File photo used as illustration: The administrative detention center (CRA) in Rennes, on January 15, 2026 | Photo: InfoMigrants
File photo used as illustration: The administrative detention center (CRA) in Rennes, on January 15, 2026 | Photo: InfoMigrants

Finally adopted on June 16, the new bill allows for the detention of foreigners deemed "dangerous" in administrative detention centers (CRA) for a period of seven months (210 days). Previously, the maximum detention period was 90 days, or 180 days for those convicted of terrorism.

The French Parliament definitively approved on Tuesday, June 16, the extension of the administrative detention period to seven months for undocumented foreigners deemed dangerous.

After the Senate—the upper house of the French Parliament—voted, the members of the National Assembly—the lower house—gave final approval to the bill (345 votes for, 177 against) supported by the government, the right wing, and the National Rally (far right).

Undocumented immigrants can be detained in an administrative detention center (CRA) pending deportation if there is a risk they will flee. Currently, the maximum detention period is 90 days, or 180 days for those convicted of terrorism.

The bill therefore extends this maximum period to 210 days on an "exceptional" basis. 

Only individuals who meet these three criteria will be affected:

  • The foreign national must be subject to a removal order (OQTF).
  • They must have been sentenced in the past to at least five years in prison for certain crimes and offenses.
  • They represents a "real, current, and particularly serious" threat to public order.

The bill also extends the maximum detention period for foreigners convicted of terrorism to 210 days.

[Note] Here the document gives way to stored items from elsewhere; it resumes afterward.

"""Guessing the parts of a message: columns of a sample in, roles and field kinds with reasons out."""

from __future__ import annotations

import math
import re
from collections.abc import Sequence
from dataclasses import dataclass, field
from typing import Any

from stream.decoding.uses import MAX_QUANTITY, MAX_WEIGHT
from stream.runs.columns import Column
from stream.settings import MessagePaths

__all__ = ["FieldGuess", "Role", "guess_field", "guess_roles"]

ID_HINT = re.compile(r"(^|_)(id|uuid|guid|key)$")
TIME_HINT = re.compile(r"(^|_)(at|on|time|timestamp|ts|date|datetime|when|created)$|_(s|ms)$")
LABEL_HINT = re.compile(r"label|outcome|target|result|converted|success|fail|^is_|ed$")
WEIGHT_NAMES = {"example_weight", "sample_weight", "importance"}
CODE_HINT = re.compile(r"(^|_)(id|code|no|nr|number|zip|postcode|type|kind|class)$")

FEW_NUMBERS = 50
"""Whole numbers with no more different values than this are taken for codes, not amounts."""
NEARLY = 0.05
"""A path with 0 and 1 and no larger share of other values is told as a possible outcome."""
BAD_LABELS = MessagePaths().max_reject_share
"""Up to this share it can be the outcome: messages with other values are rejected, and the run goes on."""
FEW_MESSAGES = 20
"""Below this many messages, different values in each are no sign of an id."""


@dataclass(frozen=True, slots=True)
class Role:
    """A path for message.id, time, label or weight (None: none found), and a remark for the reader.

    `doubt`: what of the remark needs a look before anything is learned.
    """

    path: str | None
    remark: str
    doubt: str = ""


@dataclass(frozen=True, slots=True)
class FieldGuess:
    """A field as it would stand in the settings; `kind` None: cannot be one; not `active`: commented out."""

    path: str
    kind: str | None
    active: bool
    reason: str
    options: dict[str, Any] = field(default_factory=dict)


def guess_roles(columns: Sequence[Column]) -> dict[str, Role]:
    """Which paths look like id, time, label and weight."""
    usable = [column for column in columns if column.values and not _unfit(column)]
    roles = {"label": _label(usable, [column for column in columns if column.values and column.addressable])}
    roles["time"] = _time(usable)
    roles["id"] = _id(
        [column for column in usable if column.path not in (roles["label"].path, roles["time"].path)]
    )
    roles["weight"] = _weight(usable)
    return {name: roles[name] for name in ("id", "time", "label", "weight")}


def _id(columns: Sequence[Column]) -> Role:
    found = []
    for column in columns:
        if column.missing or column.distinct < column.messages or len(column.types) > 1:
            continue
        hinted = bool(ID_HINT.search(column.last))
        telling = column.types == {str} and column.messages >= FEW_MESSAGES
        if (hinted and column.types <= {str, int}) or (
            telling and not column.instants and not _is_prose(column)
        ):
            found.append((column.last != "id", not hinted, column.path.count("."), column.path))
    found.sort(key=lambda candidate: candidate[:3])
    return _role(
        [path for *_, path in found], "different in every message", "No path is different in every message."
    )


def _time(columns: Sequence[Column]) -> Role:
    found = []
    for column in columns:
        hinted = bool(TIME_HINT.search(column.last))
        if not column.missing and (column.instants or (column.epochs and hinted)):
            rising = sum(a <= b for a, b in zip(column.values, column.values[1:], strict=False))
            found.append((not hinted, -rising, column.path))
    found.sort(key=lambda candidate: candidate[:2])
    return _role(
        [path for *_, path in found], "a time in every message", "No path holds a time in every message."
    )


def _label(columns: Sequence[Column], all_columns: Sequence[Column]) -> Role:
    found = []
    for place, column in enumerate(columns):
        if column.types <= {bool, int} and set(column.counts) <= {0, 1}:
            hinted = bool(LABEL_HINT.search(column.last))
            both = column.distinct == 2
            if both or hinted:
                found.append((not both, -_evidence(column, column.types), 0, not hinted, -place, column.path))
    nearly = {}
    for place, column in enumerate(all_columns):
        types, odd = _nearly_yes_no(column)
        if odd:
            nearly[column.path] = f"but for {odd:,} of {len(column.values):,} values"
            if odd <= BAD_LABELS * column.messages and LABEL_HINT.search(column.last):
                found.append((False, -_evidence(column, types), 1, False, -place, column.path))
    found.sort()
    role = _label_role(columns, [path for *_, path in found])
    doubts = [
        f'"{path}" is true / false or 1 / 0 {but}'
        + (", which would be rejected." if path == role.path else "; it was not taken.")
        for path, but in list(nearly.items())[:5]
    ]
    return Role(role.path, " ".join([role.remark, *doubts]), " ".join(doubts))


def _evidence(column: Column, types: frozenset[type]) -> int:
    return 2 * bool(column.missing) + 2 * bool(LABEL_HINT.search(column.last)) + (types == {bool})


def _nearly_yes_no(column: Column) -> tuple[frozenset[type], int]:
    """Types of the values that an outcome may have, and how many others a path has that is nearly one."""
    fit = [value for value in column.values if isinstance(value, bool | int) and value in (0, 1)]
    odd = len(column.values) - len(fit) + column.objects
    nearly = 0 < odd <= NEARLY * len(column.values) and len(set(fit)) == 2
    return frozenset(map(type, fit)), odd if nearly else 0


def _label_role(columns: Sequence[Column], found: list[str]) -> Role:
    absent = "No path holds true / false or 1 / 0: messages would be scored, never learned."
    worded = [
        f'"{column.path}"'
        for column in columns
        if column.types == {str} and column.distinct == 2 and not column.constant
    ]
    if not found and worded:
        absent += f" Two texts stand in {', '.join(worded[:5])}; a label must be true, false, 1 or 0."
    return _role(found, "true / false or 1 / 0", absent)


def _weight(columns: Sequence[Column]) -> Role:
    numbers = [
        c for c in columns if c.types <= {int, float} and min(c.values) >= 0 and max(c.values) <= MAX_WEIGHT
    ]
    found = [c.path for c in numbers if c.last in WEIGHT_NAMES]
    similar = [f'"{c.path}"' for c in numbers if c.last == "weight"]
    absent = "No path is named like an example weight."
    if similar:
        absent = f"{similar[0]} was taken for a property of the message, not for an example weight."
    return _role(found, "numbers, none negative", absent)


def _role(paths: list[str], why: str, absent: str) -> Role:
    if not paths:
        return Role(None, absent)
    remark = f"Guess: {why}."
    if len(paths) > 1:
        others = [f'"{path}"' for path in paths[1:6]] + ["..."] * (len(paths) > 6)
        remark += f" Other candidates: {', '.join(others)}; check which one it is."
    return Role(paths[0], remark)


def guess_field(column: Column, label: Column | None) -> FieldGuess | None:
    """The field that `column` would make; None where it only holds objects."""
    if column.objects and not column.values:
        return None
    unfit = _unfit(column)
    if unfit or not column.values:
        return FieldGuess(column.path, None, False, unfit or "null in every message of the sample")
    kind, reason, options = _kind(column)
    if kind is None:
        return FieldGuess(column.path, None, False, reason)
    against = _not_worth_it(column, kind, label)
    return FieldGuess(column.path, kind, not against, against or reason, options)


def _unfit(column: Column) -> str:
    """Why a path cannot be read as a field at all."""
    if not column.addressable:
        return (
            "no dotted path leads there: a key is empty, or has a dot, quote, backslash or control character"
        )
    above = column.parent
    while above is not None:
        if above.values:
            return f'"{above.path}" is an object in some messages and none in others'
        above = above.parent
    if column.objects and column.values:
        return "an object in some messages and none in others"
    if list in column.types and len(column.types) > 1:
        return "a list in some messages and none in others"
    if list in column.types:
        items = {type(item) for values in column.values for item in values}
        return "" if items <= {str, int} else "a list whose items are not all texts or whole numbers"
    if float in column.types and not column.types <= {int, float}:
        return "numbers with a fraction in some messages and no numbers in others"
    if any(not math.isfinite(v) or abs(v) > MAX_QUANTITY for v in column.values if isinstance(v, float)):
        return "numbers beyond 3.4e38"
    if any(abs(v) >= 1 << 63 for v in column.values if isinstance(v, int)):
        return "whole numbers of more than 64 bits; write them as texts"
    return ""


def _kind(column: Column) -> tuple[str | None, str, dict[str, Any]]:
    count = f"{column.distinct:,} different value{'s' * (column.distinct != 1)}"
    if column.types == {list}:
        if not column.counts:
            return None, "an empty list in every message of the sample", {}
        return "list", f"lists of {column.distinct:,} different items", {}
    if column.types == {str}:
        few = column.distinct <= 50 and column.distinct * 10 <= len(column.values)
        if not few and not column.instants and _is_prose(column):
            return "words", f"free text, {_mean_length(column):.0f} characters on average", {}
        return "category", count, {}
    if not column.types <= {int, float}:
        return "category", count, {}
    codes = column.distinct <= FEW_NUMBERS or bool(CODE_HINT.search(column.last))
    if column.types == {int} and codes:
        return "category", f"whole numbers, {count}", {}
    low, high = min(column.values), max(column.values)
    return "quantity", f"numbers from {low:g} to {high:g}", {"bins": _deciles(column.values)}


def _is_prose(column: Column) -> bool:
    long = sum(len(value.split()) >= 3 for value in column.values)
    unspaced = sum(sum(ord(c) >= 0x2E80 for c in value) >= 6 for value in column.values)
    several = column.nearly_unique and column.mostly_texts_with_spaces
    return 10 * (long + unspaced) >= 3 * len(column.values) or several


def _mean_length(column: Column) -> float:
    return sum(map(len, column.values)) / len(column.values)


def _deciles(values: Sequence[float]) -> list[float]:
    """Edges near the deciles, to two digits: as many messages in each bin, whatever the unit."""
    ordered = sorted(values)
    cuts = {float(f"{ordered[len(ordered) * tenth // 10]:.2g}") + 0.0 for tenth in range(1, 10)}
    return sorted(cuts)


def _not_worth_it(column: Column, kind: str, label: Column | None) -> str:
    """Why a field that could be read is better left out, or nothing."""
    if label is not None and label.missing >= 5 and column.rows == label.rows:
        return f'is there only where "{label.path}" is: it seems to come with the outcome'
    if column.constant:
        return "the same in every message: the intercept says as much"
    if column.instants or (column.epochs and TIME_HINT.search(column.last)):
        return "a time: its values do not come back"
    if kind in ("category", "list") and column.nearly_unique:
        return (
            f"{column.distinct:,} different values in {len(column.values):,} messages: most tokens would be "
            "seen once, learn nothing and fill memory"
        )
    return ""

'One guiding principle: the safety of the French people'

"On this bill, we prioritized effectiveness over posturing," Prime Minister Sébastien Lecornu wrote on X after the vote. "We had one guiding principle: the safety of the French people," he added.

The bill also includes the creation of a "psychiatric evaluation order" at the prefect’s discretion, to compel certain individuals to undergo evaluation in order to prevent terrorist acts. "This bill mixes everything up: mental health, terrorism, immigration," socialist MP Romain Eskenazi said. The left, unanimously opposed to the bill, echoed these concerns throughout the parliamentary debates, promising to refer the matter to the Constitutional Council.

To defend this bill, some members of parliament invoked the memory of a tragedy: the 2024 murder of Philippine, a student, which had deeply affected the political class. The suspect, a Moroccan man charged with "murder accompanied by another crime as a repeat offender" as well as "rape as a repeat offender," was subject to a deportation order and had just been released from an administrative detention center.

"This law would not have saved" Philippine's life, MP Andy Kerbrat argued, who pointed out that her alleged murderer had been released "after 70 days, well before the current legal limit. Extending the detention period would have changed absolutely nothing."

CRA detention

As a reminder, undocumented immigrants can be detained in an administrative detention center pending their deportation—if there is a risk that they will flee.

According to European law, detaining a foreigner in an administrative detention center (CRA) is a measure that should only be used as a last resort, "in cases where the administration has no other less restrictive means of carrying out deportation," La Cimade, an association defending the rights of foreigners, explained.

In France, being in an irregular situation is an administrative irregularity, not a crime.

Nearly 16,500 foreigners were detained in administrative detention centers (CRA) in metropolitan France in 2025. This figure rises to 40,000 if we include detentions in overseas territories, particularly in Mayotte.